The point is, be smart about it. Look for healthy ways to raise your dopamine. Consider downloading the Brainbuddy app or searching the web for similar lists of healthy ways to increase your happiness without becoming enslaved to something.
Principle 4: Don’t create a vacuum.
Instead, build a bridge. Find a way to replace your addiction with an empowering behavior, habit, or activity.
It won’t be easy. It won’t be quick. But if you keep at it — eventually, it’ll unstick.
Regardless of how bad you think your addiction has become, know that it’s entirely possible to break even the most ingrained of addictions. Remember how, in the first article in this series, we discussed the formation of habits? How we form new neural pathways in our brains when we form habits? So that we can reach the same point as easily and efficiently as possible? The bad news is that forming an addiction actually physically changes your brain. You’re now literally wired to need this behavior.
But that’s also the good news. If your brain can be rewired, it can be rewired again. The process of rewiring our brain is called “neuroplasticity,” and it’s one of the most incredible things our minds can do. We have the ability to literally reform pathways to create new pathways. New pathways that can create new habits, new behaviors, new ways of thinking. It, however, takes time and hard work.
Rewire Your Brain
The website What is Neuroplasticity explains that it was once believed that we only had until about age 20 to form new pathways. After that, we were stuck in whatever habits and choices we had developed. This, however, is no longer the case.
“New studies have shown through the use of PET, and MRI brain scanning technology, new neural cells are generated throughout life as well as new neural pathways.”
Principle 5: Don’t lose hope.
You’re not set in your ways. You can work to build new pathways; new habits. You can surround yourself with people who want the best for you and aren’t afraid to tell you, “You have a problem,” or “No, don’t do that.” You can seek out healthier means of raising your dopamine levels so that you feel happy and content.
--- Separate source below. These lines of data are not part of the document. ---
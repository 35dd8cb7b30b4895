import { Link } from "react-router";
import { requireMember } from "~/.server/guard";
import { listSources, SOURCE_SORTS } from "~/.server/queries/routebook-sources";
import { ButtonLink, type Column, DataTable, FilterSelect, ListFilters, PageHeader } from "~/components/data-table";
import { ErrorPanel } from "~/components/error-panel";
import { options } from "~/components/form-controls";
import { SOURCE_KINDS } from "~/lib/forms/routebook";
import { labelOf, SOURCE_KIND_LABELS } from "~/lib/labels";
import { activeWanted, ARCHIVE_STATUS_OPTIONS, ARCHIVE_STATUSES } from "~/lib/archived";
import { enumFilter, listParams } from "~/lib/list-params";
import { roleMayOpen } from "~/lib/roles";
import type { Route } from "./+types/sources";

export const meta: Route.MetaFunction = () => [{ title: "Fill sources · Patina" }];

export async function loader({ request }: Route.LoaderArgs) {
  const scope = await requireMember(request, "routebook");
  const url = new URL(request.url);
  const params = listParams(url, SOURCE_SORTS, "name");
  const status = enumFilter(url, "status", ARCHIVE_STATUSES) ?? "active";
  const list = await listSources(scope, params, { kind: enumFilter(url, "kind", SOURCE_KINDS), active: activeWanted(status) });
  return { ...list, params, mayEdit: roleMayOpen(scope.role, "routebookEdit") };
}

type Row = Route.ComponentProps["loaderData"]["rows"][number];

const columns: Array<Column<Row>> = [
  {
    key: "name",
    label: "Source",
    sortKey: "name",
    cell: (r) => (
      <Link to={`/sources/${r.id}`} className="font-medium text-verdigris-700 underline">
        {r.name}
      </Link>
    ),
  },
  { key: "kind", label: "Kind", sortKey: "kind", cell: (r) => labelOf(SOURCE_KIND_LABELS, r.kind) },
  { key: "pools", label: "Pools fed", sortKey: "pools", numeric: true, cell: (r) => r.poolCount },
  { key: "lastTest", label: "Last source test", sortKey: "lastTest", cell: (r) => r.lastTest ?? "never tested" },
  { key: "active", label: "Status", wide: true, cell: (r) => (r.active ? "In use" : "Archived") },
];

export default function Sources({ loaderData }: Route.ComponentProps) {
  const { rows, total, params, mayEdit } = loaderData;
  return (
    <div>
      <PageHeader title="Fill sources" action={mayEdit ? <ButtonLink to="/sources/new">Add a source</ButtonLink> : null}>
        Where each pool's top-up water comes from · {total} {total === 1 ? "source" : "sources"}
      </PageHeader>
      <ListFilters searchLabel="Search source names">
        <FilterSelect name="kind" label="Kind" allLabel="All kinds" options={options(SOURCE_KIND_LABELS)} />
        <FilterSelect name="status" label="Status" options={ARCHIVE_STATUS_OPTIONS} />
      </ListFilters>
      <DataTable
        caption="Fill sources"
        columns={columns}
        rows={rows}
        rowKey={(r) => r.id}
        total={total}
        sort={params.sort}
        dir={params.dir}
        page={params.page}
        empty={params.q ? `No source matches "${params.q}".` : "No fill sources here yet."}
      />
    </div>
  );
}

export function ErrorBoundary({ error }: Route.ErrorBoundaryProps) {
  return <ErrorPanel error={error} />;
}
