import { TZDate } from "@date-fns/tz";
import { eq } from "drizzle-orm";
import { DEFAULT_BALANCE_BAND, type BalanceBand } from "@analysis/chemistry/saturation";
import type { Metal, MetalThresholds } from "@analysis/metals/reading";
import { metalThresholdsFrom } from "../../company-settings";
import { db } from "../../db/client";
import { companies } from "../../db/schema";
import type { Scope } from "../../scope";

/** Instants bounding the tests an analytics question reads; null = open-ended. */
export type AnalyticsWindow = { from: Date | null; to: Date | null };

/** The typed parameters every analytics question takes besides the Scope. */
export type AnalyticsParams = {
  window: AnalyticsWindow;
  thresholds: MetalThresholds;
  /** null: every metal. */
  metal: Metal | null;
};

/** Whole local days in the company's time zone: from its first instant to the end of `to`. */
export function resolveWindow(scope: Scope, days: { from?: string; to?: string }): AnalyticsWindow {
  const startOf = (text: string) => {
    const [y, m, d] = text.split("-").map(Number) as [number, number, number];
    return new Date(new TZDate(y, m - 1, d, scope.timeZone).getTime());
  };
  return {
    from: days.from ? startOf(days.from) : null,
    to: days.to ? new Date(startOf(days.to).getTime() + 86_400_000 - 1) : null,
  };
}

/**
 * A member's scope narrowed to one route. A route outside the member's
 * routes (or company) leaves nothing in scope, so it reveals nothing.
 */
export function narrowToRoute(scope: Scope, routeId: number | undefined): Scope {
  if (routeId === undefined) return scope;
  if (scope.routeIds !== null && !scope.routeIds.includes(routeId)) return { ...scope, routeIds: [] };
  return { ...scope, routeIds: [routeId] };
}

export type AnalyticsSettings = { thresholds: MetalThresholds; balanceBand: BalanceBand };

export async function companyAnalyticsSettings(companyId: number): Promise<AnalyticsSettings> {
  const [row] = await db().select({ settings: companies.settings }).from(companies).where(eq(companies.id, companyId));
  return {
    thresholds: metalThresholdsFrom(row?.settings),
    balanceBand: row?.settings?.balanceBand ?? DEFAULT_BALANCE_BAND,
  };
}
It’s not easy, but it is possible.
Let today be the day that you make your life better.
We’ve talked about forming addictions and breaking them. The importance of recognizing and admitting addictions. Discussed why we turn to them. We’ve also looked at substance abuse with alcohol and drug addiction, sexual addictions, food addiction, and entertainment addictions. And finally, we’ve examined the root problems and the basic solutions.
In short, we’ve learned that at the end of the day, addictions are attempts to fill something we’re missing with something that’s unhealthy. They thrive in isolation; living for ourselves, by ourselves, trapped in ourselves. They die when we step into the light, invite others in, and seek out better lifestyle choices.
In the end, it’s about what you feed it. Are you going to feed and fuel your addiction, or are you going to starve it and feed your goals and dreams?